I. Removal Jurisdiction

The Trustees argue that removal was improper because the district court lacked subject-matter jurisdiction over their state court complaint. Therefore, we should remand the case to the district court with instructions to remand it to state court. We reject this contention for two independent reasons.

A. ERISA Preemption.

A civil action is removable if the district court has "original jurisdiction founded on a claim or right arising under the Constitution, treaties or laws of the United States." 28 U.S.C. § 1441(b). Here, the Trustees' state court complaint pleaded only state law claims. That is a plaintiff's prerogative, and it is normally honored. Under the "well-pleaded complaint" rule, "a case may not be removed to federal court on the basis of a federal defense, including the defense of pre-emption, even if the defense is anticipated in the plaintiff's complaint." Franchise Tax Board v. Construction Laborers Vacation Trust, 463 U.S. 1, 14 (1983).

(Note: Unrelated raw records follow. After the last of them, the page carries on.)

"""Centreline traces: straight runs and circular arcs from a start point, and the exact
outline of a channel of given width around them."""

from __future__ import annotations

import math
from dataclasses import dataclass

import numpy as np

__all__ = ["Trace", "trace", "offset_ring", "split_trace"]


@dataclass(frozen=True)
class Trace:
    """A centreline starting at (0, 0): points, tangent heading at each point, exact length."""

    xy: np.ndarray  # (m, 2)
    heading: np.ndarray  # (m,)
    length: float
    bends: int


def trace(heading0: float, pieces: list[tuple], tol: float) -> Trace:
    """Follow ``pieces`` (``("L", length)`` or ``("A", radius, signed angle)``, + = left)."""
    pts = [(0.0, 0.0)]
    hs = [heading0]
    x = y = 0.0
    h = heading0
    total = 0.0
    bends = 0
    for piece in pieces:
        if piece[0] == "L":
            length = piece[1]
            if length <= 0:
                continue
            x += length * math.cos(h)
            y += length * math.sin(h)
            pts.append((x, y))
            hs.append(h)
            total += length
        else:
            _, radius, angle = piece
            if angle == 0:
                continue
            bends += 1
            step = 2 * math.acos(max(1 - tol / radius, -1.0))
            nseg = max(2, math.ceil(abs(angle) / step))
            side = math.copysign(1.0, angle)
            cx = x - side * radius * math.sin(h)
            cy = y + side * radius * math.cos(h)
            for j in range(1, nseg + 1):
                hj = h + angle * j / nseg
                pts.append((cx + side * radius * math.sin(hj), cy - side * radius * math.cos(hj)))
                hs.append(hj)
            x, y = pts[-1]
            h = h + angle
            total += radius * abs(angle)
    return Trace(np.array(pts), np.array(hs), total, bends)


def offset_ring(trace: Trace, width: float) -> np.ndarray:
    """Closed outline (2m, 2) of a channel of ``width`` around ``trace``: exact offsets."""
    normal = np.column_stack((-np.sin(trace.heading), np.cos(trace.heading)))
    left = trace.xy + 0.5 * width * normal
    right = trace.xy - 0.5 * width * normal
    return np.concatenate((left, right[::-1]))


def split_trace(trace: Trace, cut: float) -> tuple[Trace, Trace]:
    """``trace`` cut ``cut`` [m] before its end, inside its last straight run along +x.

    Both parts share the very same cut point, so their outlines share two exact vertices.
    """
    point = trace.xy[-1] - (cut, 0.0)
    head_xy = np.concatenate((trace.xy[:-1], point[None]))
    tail_xy = np.stack((point, trace.xy[-1]))
    head = Trace(head_xy, trace.heading, trace.length - cut, trace.bends)
    return head, Trace(tail_xy, trace.heading[-2:], cut, 0)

However, the well-pleaded complaint rule does not apply if Congress has evidenced an intent that federal law completely displace state law. "Once an area of state law has been completely pre-empted, any claim purportedly based on that pre-empted state law is considered, from its inception, a federal claim, and therefore arises under federal law." Caterpillar, Inc. v. Williams, 482 U.S. 386, 393 (1987).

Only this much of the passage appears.